LLMSafetyHub

Client Confidentiality & Model Privacy: Are You Feeding the Machine?

Attorney–client privilege and confidentiality are cornerstones of legal practice. But when lawyers paste client details into public AI tools, they may be exposing sensitive information to third parties — and even to future users of the same system.

How public AI tools handle data

Many free or consumer-grade AI tools retain prompts and responses. Some use them to train their models. That means client names, facts, or strategies could end up in a dataset outside the lawyer’s control.

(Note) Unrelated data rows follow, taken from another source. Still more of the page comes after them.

const fitFields = {
  species: z.array(
    z.object({
      formula: z.string(),
      reducedMass: Q.optional().describe('diatomic species'),
      mass: Q.optional().describe('linear polyatomic species: molecular mass, u (AME2020)'),
    }),
  ),
  convention: z
    .string()
    .optional()
    .describe('linear polyatomic fits: the term-value formula and e/f sign convention the constants belong to'),
  lines: z.array(LineOutcomeSchema),
  bands: z.array(
    z.object({
      species: z.string(),
      band: z.string(),
      origin: Q.optional().describe('linear polyatomic: ν₀ = G_v′ − G_v″ of the B[J(J+1) − l²] form'),
      lines: z.number().int().describe('lines of this band in the fit (rejected lines not counted)'),
      jRange: z.array(z.number().int()).describe('lowest and highest J″ of those lines'),
      upper: LinearLevelSchema.optional().describe('linear polyatomic'),
      lower: LinearLevelSchema.optional().describe('linear polyatomic'),
      label: z.string().optional().describe('linear polyatomic: the band in the trade notation, e.g. "00⁰1–00⁰0"'),
      kind: z.enum(['parallel', 'perpendicular']).optional().describe('linear polyatomic: Δl = 0 or ±1'),
    }),
  ),
  levels: z.array(
    z.object({
      species: z.string(),
      v: LevelVSchema,
      l: z.number().int().optional().describe('linear polyatomic: vibrational angular momentum'),
      rank: z.number().int().optional().describe('linear polyatomic: rank within a Fermi polyad'),
      label: z.string().optional().describe('linear polyatomic: the level in the trade notation, e.g. "01¹0"'),
      term: Q.extend({ relativeTo: z.union([z.number().int(), z.string()]) }).optional(),
      B: Q.optional().describe(
        'always present for diatomic levels; absent for a linear level seen only through l-type transitions',
      ),
      D: Q.optional().describe(
        'diatomic: D_v of E_v(J) = T_v + B_v x − D_v x² + H_v x³ + L_v x⁴ + M_v x⁵, x = J(J+1), cm-1 (positive for a normal molecule); H_v, L_v, M_v only when the model carries them (model.levelTerms); linear polyatomic: the formula in `convention`',
      ),
      H: Q.optional().describe('H_v, the x³ term (sign as in the formula of D)'),
      L: Q.optional().describe('L_v, the x⁴ term (sign as in the formula of D)'),
      M: Q.optional().describe('M_v, the x⁵ term (pure-rotation lines to high J)'),
      r: Q.optional().describe(
        'effective bond length of this level from B_v, Å (absent when B_v is not positive); not r_e',
      ),
      q: Q.optional().describe('linear polyatomic, l ≥ 1: l-type doubling, E(f) − E(e) = q J(J+1) + q_J [J(J+1)]²'),
      qJ: Q.optional().describe('linear polyatomic, l ≥ 1: centrifugal correction of the l-type doubling'),
      parity: z
        .enum(['e', 'f'])
        .optional()
        .describe('linear polyatomic: the only component seen (q undetermined, B is its effective B)'),
    }),
  ),
  equilibrium: z.array(EquilibriumSchema),
  parameters: z.array(NamedQuantity),
  covariance: MatrixSchema,
  correlation: MatrixSchema,
  statistics: z.object({
    lines: z.number().int(),
    assigned: z.number().int(),
    fitted: z.number().int(),
    rejected: z.number().int(),
    unassigned: z.number().int(),
    parameters: z.number().int(),
    degreesOfFreedom: z.number().int(),
    rms: z.number(),
    reducedChiSquare: z.number().nullable(),
    conditionNumber: z.number().nullable(),
    uncertaintyMode: z.enum(['a-posteriori', 'absolute']),
  }),
  model: z.object({
    levelTerms: z.array(
      z.object({ species: z.string(), v: LevelVSchema, l: z.number().int().optional(), terms: z.array(z.string()) }),
    ),
    selection: z.string(),
    constraints: z
      .array(TermConstraintSchema)
      .describe('terms carried with a prior because the lines cannot determine them; their σ is in the covariance'),
  }),
  dunham: z.array(DunhamFitSchema),
  massReducedDunham: DunhamFitSchema.optional(),
  combinationDifferences: z.array(
    z.object({
      species: z.string(),
      band: z.string(),
      kind: z.enum(['lower', 'upper']),
      v: LevelVSchema,
      level: z.string().optional().describe('linear polyatomic: the level label'),
      points: z.array(
        z.object({ j: z.number().int(), value: z.number(), uncertainty: z.number(), residual: z.number() }),
      ),
      B: Q,
      D: Q.optional(),
      H: Q.optional(),
      L: Q.optional(),
      M: Q.optional(),
      rms: z.number(),
      degreesOfFreedom: z.number().int(),
      fitted: Q.describe('B of the same level from the full fit'),
      deviation: z.number().describe('|B_cd − B_fit| in combined standard uncertainties'),
    }),
  ),
  scatter: z
    .array(
      z.object({
        group: z.string(),
        by: z.enum(['source', 'band', 'pooled']),
        lines: z.number().int(),
        sigma: z.number().describe('cm-1'),
      }),
    )
    .optional()
    .describe('σ estimated from the residual scatter (robust) for the lines sent without an uncertainty'),
  sourceOffsets: z
    .object({
      reference: z.string().describe('the source the offsets are measured against (options.referenceSource)'),
      applied: z
        .boolean()
        .describe(
          "true: the offsets were carried in the fit, so band origins, levels and constants are free of them and their σ include the offsets' uncertainty; a line's calculated position includes its source's offset",
        ),
      basis: z
        .enum(['flagged', 'flagged, reference unverified', 'asked', 'not flagged', 'not asked'])
        .describe(
          "flagged: an offset lay beyond 3σ and was carried; flagged, reference unverified: beyond 3σ but resting on a loop of bands alone, which cannot tell the reference's own miscalibration from the other's, so not carried (SOURCE_OFFSET_NOT_CARRIED); asked / not asked: options.fitSourceOffsets",
        ),
      sources: z.array(
        z.object({
          source: z.string(),
          lines: z.number().int().describe('fitted lines of this source'),
          offset: Q.optional().describe(
            "this source's positions minus the reference's, cm-1 (0 for the reference); absent when no level or loop of bands shared with the other sources determines it",
          ),
        }),
      ),
    })
    .optional()
    .describe("lines of two or more sources: each source's wavenumber offset against the reference source"),
  scaleOffset: z
    .object({
      offset: Q.describe(
        "the lines' positions minus the absolute scale their bands fix, cm-1: each band of a loop (such as 2-0 against 1-0 + 2-1) holds it once, so the loop closes at it instead of 0; a pure-rotation band extrapolates to it at J = 0",
      ),
      applied: z
        .boolean()
        .describe(
          "true: carried in the fit, so band origins, levels and constants are free of it and their σ include its uncertainty; a line's calculated position includes it",
        ),
      basis: z
        .enum(['flagged', 'asked', 'not flagged', 'not asked', 'too large'])
        .describe(
          'flagged: beyond 3σ from 0, carried (warning SCALE_OFFSET); not flagged: reported only; too large: beyond 3σ but over 1 cm-1, which no calibration explains (a band numbered or labelled wrong), not carried; asked / not asked: options.fitSourceOffsets',
        ),
      bands: z.array(z.string()).describe('the bands whose lines fixed it'),
    })
    .optional()
    .describe(
      "lines of one instrument (one source, or none named) whose bands fix the absolute wavenumber scale: the offset common to every line, the instrument's calibration as the lines themselves show it",
    ),
  crossChecks: z.array(
    z.object({
      species: z.string(),
      id: z.string(),
      description: z.string(),
      formula: z.string(),
      value: Q,
      fitted: Q.optional(),
      approximation: z.literal(true),
    }),
  ),
  assignment: AssignmentReportSchema,
  spectrum: z
    .object({ points: z.number().int(), peaks: z.number().int(), noise: z.number(), step: z.number() })
    .optional()
    .describe('when a spectrum was sent: how many points, how many peaks found, the absorbance noise and the step'),
  warnings: z.array(WarningSchema),
  notice: z.string().describe('safety caution: the service certifies nothing about a gas'),
};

Why this matters for privilege

If privileged information is disclosed to a third party without safeguards, courts may treat it as a waiver of privilege. Even accidental disclosure can undermine legal protections and damage client trust.

Data residency and vendor terms

AI vendors may store data in different jurisdictions, each with its own privacy laws. Without clear agreements, lawyers may not know where data is stored, how long it is retained, or who can access it.

Safer practices for lawyers

  1. Don’t paste sensitive client details into public AI tools.
  2. Use enterprise versions with privacy guarantees (e.g., no training on your data, private storage).
  3. Review vendor terms for confidentiality, retention, and jurisdiction rules.
  4. Consider internal deployments for highly sensitive work.

Takeaway

Confidentiality is not optional. Public AI tools may be convenient, but without strong privacy protections, they can put privilege at risk. The safest path is to keep client data out of consumer-grade AI entirely.